Required action: Only the lines containing "scale" should appear in the answer, copied from the listing below.

Provided data:
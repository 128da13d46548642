import math

import numpy as np
import pytest
from scipy import stats

from budgets.declarations import Declaration, evaluate
from budgets.errors import EvidenceError, NotSupportedError
from budgets.evidence.evaluation import MeanSquare, SetAside, Term
from budgets.evidence.remainder import run_share
from budgets.evidence.study_data import NamedSource, StudyData, evaluate_study
from budgets.evidence.validation_pairs import Pair

INDEPENDENT = {"independent": True}


def evaluated(rows, columns=("pair", "reading", "reference"), options=INDEPENDENT, sources=()):
    data = StudyData(columns, tuple(rows))
    return evaluate_study("agreement", data, study="val", options=options, named_sources=sources)


def simulated(n=60, readings=2, references=2, seed=3, rest=0.06, s_r=0.03, s_ref=0.03, bias=0.05):
    generator = np.random.default_rng(seed)
    rows = []
    for i in range(n):
        truth = generator.uniform(2, 4.5)
        error = generator.normal(0, rest)
        for k in range(max(readings, references)):
            x = truth + bias + error + generator.normal(0, s_r) if k < readings else None
            y = truth + generator.normal(0, s_ref) if k < references else None
            rows.append((f"V{i}", x, y))
    return rows


def differences(rows):
    sides = {}
    for pair, x, y in rows:
        sides.setdefault(pair, ([], []))
        if x is not None:
            sides[pair][0].append(x)
        if y is not None:
            sides[pair][1].append(y)
    return np.array([np.mean(x) - np.mean(y) for x, y in sides.values()])


def codes(evaluation):
    return [warning.code for warning in evaluation.warnings]


def test_bias_and_standard_error_of_prediction():
    rows = simulated(readings=2, references=1)
    d = differences(rows)
    evaluation = evaluated(rows)
    bias, sep = evaluation.estimate("bias"), evaluation.estimate("standard_error_of_prediction")
    assert bias.value == pytest.approx(d.mean())
    assert sep.standard_uncertainty == pytest.approx(d.std(ddof=1))
    assert (sep.degrees_of_freedom, sep.may_feed) == (59, ("lot",))
    assert bias.standard_uncertainty == pytest.approx(stats.sem(d))
    reference = stats.ttest_1samp(d, 0)
    assert evaluation.diagnostics["bias_p_value"] == pytest.approx(reference.pvalue)
    interval = reference.confidence_interval(0.95)
    assert (bias.interval.lower, bias.interval.upper) == pytest.approx((interval.low, interval.high))
    rms = evaluation.diagnostics["root_mean_square_error_of_prediction"]
    assert rms == pytest.approx(math.sqrt((d**2).mean()))
    assert "bias-significant" in codes(evaluation)
    assert "no-group-column" in codes(evaluation)
    assert evaluation.used == len(rows)


def test_a_bias_that_is_not_significant_keeps_its_uncertainty():
    evaluation = evaluated(simulated(bias=0.0))
    assert "bias-not-significant" in codes(evaluation)
    assert evaluation.estimate("bias").usable


def test_the_remainder_takes_out_what_the_study_s_own_replicates_left():
    evaluation = evaluated(simulated(readings=3, references=2))
    remainder = evaluation.estimate("remainder")
    coefficients = {t.mean_square.code: t.coefficient for t in remainder.terms}
    assert coefficients == pytest.approx(
        {
            "val/standard_error_of_prediction": 1,
            "val/readings_within_pairs": -1 / 3,
            "val/references_within_pairs": -1 / 2,
        }
    )
    assert remainder.usable
    assert remainder.taken_out == ("repeatability",)
    assert "presentation" in remainder.contains
    assert remainder.interval.lower < 0.06 < remainder.interval.upper
    whole = evaluation.estimate("standard_error_of_prediction")
    assert whole.reading_weight == evaluation.diagnostics["mean_reciprocal_readings"]
    beyond = evaluation.estimate("repeatability_beyond_study")
    assert beyond.covered_weight == pytest.approx(1 / 3)
    assert "readings-averaged" in codes(evaluation)


def test_the_remainder_is_recovered_on_the_average():
    """Simulation: mean of the remainder's variance over studies against the variance put in."""
    found = [evaluated(simulated(seed=seed, n=40)).estimate("remainder").variance for seed in range(60)]
    assert np.mean(found) == pytest.approx(0.06**2, rel=0.1)


def test_named_sources_come_before_the_study_s_own(an_estimate):
    sources = [
        NamedSource("analyzer_repeatability", an_estimate("repeatability", 0.0008)),
        NamedSource("reference_repeatability", an_estimate("duplicates", 0.0009)),
        NamedSource("presentation", an_estimate("presentation", 0.0004)),
        NamedSource("subsampling", an_estimate("subsampling", 0.0001)),
    ]
    rows = simulated(readings=2, references=1)
    options = {"independent": True, "presentations_per_pair": 2}
    evaluation = evaluated(rows, options=options, sources=sources)
    remainder = evaluation.estimate("remainder")
    sep = evaluation.estimate("standard_error_of_prediction").variance
    taken = 0.0008 / 2 + 0.0009 + 0.0004 / 2 + 0.0001
    assert remainder.variance == pytest.approx(sep - taken)
    assert remainder.taken_out == ("repeatability", "presentation")
    assert remainder.contains == ("remainder",)
    # Rule 5: F with the degrees of freedom of the subtracted sum.
    nu = taken**2 / ((0.0004**2 + 0.0009**2 + 0.0002**2 + 0.0001**2) / 20)
    assert evaluation.diagnostics["subtracted_degrees_of_freedom"] == pytest.approx(nu)
    assert evaluation.diagnostics["f_critical_value"] == pytest.approx(stats.f.ppf(0.95, 59, nu))
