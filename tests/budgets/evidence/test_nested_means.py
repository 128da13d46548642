import math

import numpy as np
import pytest
from scipy import stats

from budgets.evidence.mean_square_intervals import variance_interval
from budgets.evidence.nested_means import component_estimate, component_interval, nested_components


def of(labels, values, names=("days", "replicates")):
    return nested_components("s", names, labels, values)


def test_balanced_groups_give_the_one_way_analysis_of_variance():
    values = np.random.default_rng(1).normal(3, 0.1, (6, 4)) + np.arange(6)[:, None] / 10
    labels = [[i for i in range(6) for _ in range(4)]]
    days, replicates = of(labels, values.ravel().tolist())
    f, _ = stats.f_oneway(*values)
    within = values.var(axis=1, ddof=1).mean()
    assert replicates.mean_square.value == pytest.approx(within)
    assert replicates.f_statistic is None and replicates.is_significant
    assert days.f_statistic == pytest.approx(f)
    assert days.f_critical_value == pytest.approx(stats.f.isf(0.05, 5, 18))
    assert days.is_significant == (f > stats.f.isf(0.05, 5, 18))
    assert [term.coefficient for term in days.terms] == [1, -0.25]
    # s_I^2 = MS_B/n + (1 - 1/n) MS_W (mathematics of the balanced case)
    assert days.terms[0].mean_square.value == pytest.approx(values.mean(axis=1).var(ddof=1))


def test_three_levels_of_unequal_size_are_unbiased():
    generator = np.random.default_rng(7)
    lots, samples = [], []
    for lot, sizes in enumerate([(1, 2, 3), (2,), (1, 1), (4, 2), (3, 3, 1)]):
        for sample, size in enumerate(sizes):
            lots += [lot] * size
            samples += [sample] * size
    found = []
    for _ in range(1500):
        of_lots = generator.normal(0, 0.3, 5)
        of_samples = generator.normal(0, 0.2, (5, 3))
        values = [
            of_lots[i] + of_samples[i, j] + generator.normal(0, 0.1)
            for i, j in zip(lots, samples, strict=True)
        ]
        components = of([lots, samples], values, ("lots", "samples", "readings"))
        found.append([component_estimate("x", c.terms, ("lot",), ()).variance for c in components])
    error = np.std(found, axis=0) / math.sqrt(len(found))
    assert np.all(np.abs(np.mean(found, axis=0) - [0.09, 0.04, 0.01]) < 4 * error)


def test_a_level_without_repetition_is_part_of_the_one_above():
    (days,) = of([[1, 2, 3]], [3.0, 3.1, 3.3])
    assert days.name == "days"
    assert days.mean_square.value == pytest.approx(np.var([3.0, 3.1, 3.3], ddof=1))
    assert days.f_statistic is None


def test_the_interval_is_that_of_the_mean_squares_clipped_at_zero():
    days, _ = of([[1, 1, 2, 2, 3, 3]], [3.0, 3.4, 3.1, 3.5, 3.0, 3.3])
    interval = component_interval(days.terms)
    lower, upper = variance_interval(days.terms)
    assert lower < 0
    assert (interval.lower, interval.upper) == (0, math.sqrt(max(0, upper)))
    estimate = component_estimate("between_days", days.terms, ("session",), ("days",))
    assert not estimate.usable and estimate.variance < 0
    assert not days.is_significant


def test_components_that_cancel_leave_nothing_to_test_against():
    """Replicates that all agree expect a mean square of zero above them."""
    days, replicates = of([[1, 1, 2, 2]], [3.0, 3.0, 3.1, 3.1])
    assert replicates.mean_square.value == 0
    assert days.f_statistic is None and days.is_significant
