import itertools
import math

import numpy as np
import pytest
from hypothesis import given, settings
from hypothesis import strategies as st
from scipy import stats

from budgets.components import Component
from budgets.errors import ComponentError, EvidenceError
from budgets.evidence.study_data import StudyData, evaluate_study

FREE = {"steered_by_this_analyzer": False}


def evaluated(rows, columns=("lot", "reading"), options=FREE):
    return evaluate_study("production", StudyData(columns, tuple(rows)), study="pr", options=options)


def simulated(seed, lots=20, readings=3, between=0.1, within=0.05):
    generator = np.random.default_rng(seed)
    return 3 + generator.normal(0, between, (lots, 1)) + generator.normal(0, within, (lots, readings))


def rows_of(table):
    return [(f"L{i:03}", float(x)) for i, row in enumerate(table) for x in row]


def codes(evaluation):
    return [warning.code for warning in evaluation.warnings]


def test_balanced_lots_give_the_one_way_analysis_of_variance():
    table = simulated(1)
    within, lots = evaluated(rows_of(table)).estimates
    ms_within = table.var(axis=1, ddof=1).mean()
    assert (within.name, lots.name) == ("within_lot", "lot_to_lot")
    assert within.variance == pytest.approx(ms_within)
    assert lots.variance == pytest.approx(table.mean(axis=1).var(ddof=1) - ms_within / 3)
    assert [term.mean_square.degrees_of_freedom for term in lots.terms] == [19, 40]
    figures = evaluated(rows_of(table)).diagnostics["components"][0]
    f, p = stats.f_oneway(*table)
    assert figures["f_statistic"] == pytest.approx(f)
    assert (f > figures["f_critical_value"]) == (p < 0.05)


def test_a_component_can_be_made_of_what_varies_within_a_lot_only():
    within, lots = evaluated(rows_of(simulated(1))).estimates
    assert Component.from_estimate("within", "moisture", None, within, "A").level == "sample"
    assert within.contains == ("sampling", "repeatability")
    with pytest.raises(ComponentError, match="describes the process"):
        Component.from_estimate("lots", "moisture", None, lots, "A")
    assert not lots.usable


def test_periods_lots_samples_and_readings_of_unequal_numbers_are_unbiased():
    generator = np.random.default_rng(2)
    shape = [(w, i, j) for w in range(6) for i in range(2 + w % 2) for j in range(1 + i % 2 + w % 3)]
    found = []
    for _ in range(400):
        weeks, lots = generator.normal(0, 0.3, 6), generator.normal(0, 0.2, (6, 3))
        rows = [
            (f"w{w}", f"L{w}.{i}", f"s{j}", 3 + weeks[w] + lots[w, i] + sample + generator.normal(0, 0.05))
            for w, i, j in shape
            for sample in [generator.normal(0, 0.1)]
            for _ in range(1 + j % 2)
        ]
        evaluation = evaluated(rows, ("period", "lot", "sample", "reading"))
        found.append([estimate.variance for estimate in evaluation.estimates])
    names = [estimate.name for estimate in evaluation.estimates]
    assert names == ["repeatability", "within_lot", "lot_to_lot", "period_to_period"]
    assert evaluation.estimate("within_lot").contains == ("sampling",)
    error = np.std(found, axis=0) / math.sqrt(len(found))
    assert np.all(np.abs(np.mean(found, axis=0) - [0.0025, 0.01, 0.04, 0.09]) < 4 * error)


def test_the_first_readings_stand_for_what_the_line_saw():
    table = simulated(3)
    diagnostics = evaluated(rows_of(table)).diagnostics
    assert diagnostics["standard_deviation_of_first_readings"] == pytest.approx(table[:, 0].std(ddof=1))
    assert diagnostics["standard_deviation_of_lot_means"] == pytest.approx(table.mean(axis=1).std(ddof=1))
    assert [mean for _, mean in diagnostics["lot_means"]] == pytest.approx(table.mean(axis=1))


def test_a_drift_is_told():
    table = simulated(4) + np.arange(20)[:, None] * 0.03
    evaluation = evaluated(rows_of(table))
    assert {"drift", "dependent"} <= set(codes(evaluation))
    line = stats.linregress(np.arange(20), table.mean(axis=1))
    assert evaluation.diagnostics["drift_per_lot"] == pytest.approx(line.slope)
    assert evaluation.diagnostics["drift_p_value"] == pytest.approx(line.pvalue)


def test_a_steered_process_offers_no_variation_from_lot_to_lot():
    """Corrected by its own analyzer the readings' variation is not that of the truth."""
    steered = evaluated(rows_of(simulated(5)), options={"steered_by_this_analyzer": True})
    assert [estimate.name for estimate in steered.estimates] == ["within_lot"]
    assert "steered" in codes(steered)
    assert "steering-unknown" in codes(evaluated(rows_of(simulated(5)), options={}))
    free = codes(evaluated(rows_of(simulated(5))))
    assert "steered" not in free and "steering-unknown" not in free


def test_lots_read_once_leave_their_inside_in_the_variation_between():
    table = simulated(6, readings=1)
    evaluation = evaluated(rows_of(table))
    (lots,) = evaluation.estimates
    assert lots.variance == pytest.approx(table.var(ddof=1))
    assert "lots-sampled-once" in codes(evaluation)


def test_negative_and_zero_components_are_told():
    for seed in itertools.count():
        evaluation = evaluated(rows_of(simulated(seed, 6, 2, between=0.0)))
        if evaluation.estimate("lot_to_lot").variance < 0:
            break
    assert "component-negative" in codes(evaluation)
    assert evaluation.estimate("lot_to_lot").interval.lower == 0
    rows = [(f"L{i}", "a", 3 + i**2 / 10) for i in range(6) for _ in range(2)]
    hidden = evaluated(rows, ("lot", "sample", "reading"))
    assert [estimate.name for estimate in hidden.estimates] == ["lot_to_lot"]


@pytest.mark.slow
@pytest.mark.parametrize("between", [0.1, 0.02])
def test_the_interval_from_lot_to_lot_holds_the_truth(between):
    held = 0
    for seed in range(2000):
        interval = evaluated(rows_of(simulated(seed, 8, 2, between))).estimate("lot_to_lot").interval
        held += interval.lower <= between <= interval.upper
    assert 0.93 <= held / 2000 <= 0.985


@settings(max_examples=15, deadline=None)
@given(st.integers(0, 500), st.floats(-1e6, 1e6), st.floats(1e-3, 1e3))
def test_shift_and_scale_do_not_matter(seed, shift, scale):
    table = simulated(seed, 6, 2)
    one, other = evaluated(rows_of(table)).estimates, evaluated(rows_of((table + shift) * scale)).estimates
    for before, after in zip(one, other, strict=True):
        atol = max(abs(t.coefficient * t.mean_square.value) for t in before.terms) * 1e-8 * (1 + abs(shift))
        assert after.variance / scale**2 == pytest.approx(before.variance, abs=atol)


@pytest.mark.parametrize(
    ("rows", "columns", "options", "match"),
    [
        (rows_of(simulated(1, 4)), ("lot", "reading"), FREE, "4 lots"),
        ([(f"L{i}", 3.0) for i in range(6)], ("lot", "reading"), FREE, "do not differ"),
        ([(f"L{i}", i * 1e-200) for i in range(6)], ("lot", "reading"), FREE, "do not differ"),
        (rows_of(simulated(1)), ("lot", "reading"), {"steered_by_this_analyzer": "no"}, "true or false"),
        (
            [(f"L{i % 6}", f"w{i % 5}", 3 + i / 10) for i in range(12)],
            ("lot", "period", "reading"),
            FREE,
            "lot L0 is in the periods w0 and w1",
        ),
    ],
)
def test_what_is_no_production_is_refused(rows, columns, options, match):
    with pytest.raises(EvidenceError, match=match):
        evaluated(rows, columns, options)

Solution for this task:
def test_shift_and_scale_do_not_matter(seed, shift, scale):
    one, other = evaluated(rows_of(table)).estimates, evaluated(rows_of((table + shift) * scale)).estimates
        assert after.variance / scale**2 == pytest.approx(before.variance, abs=atol)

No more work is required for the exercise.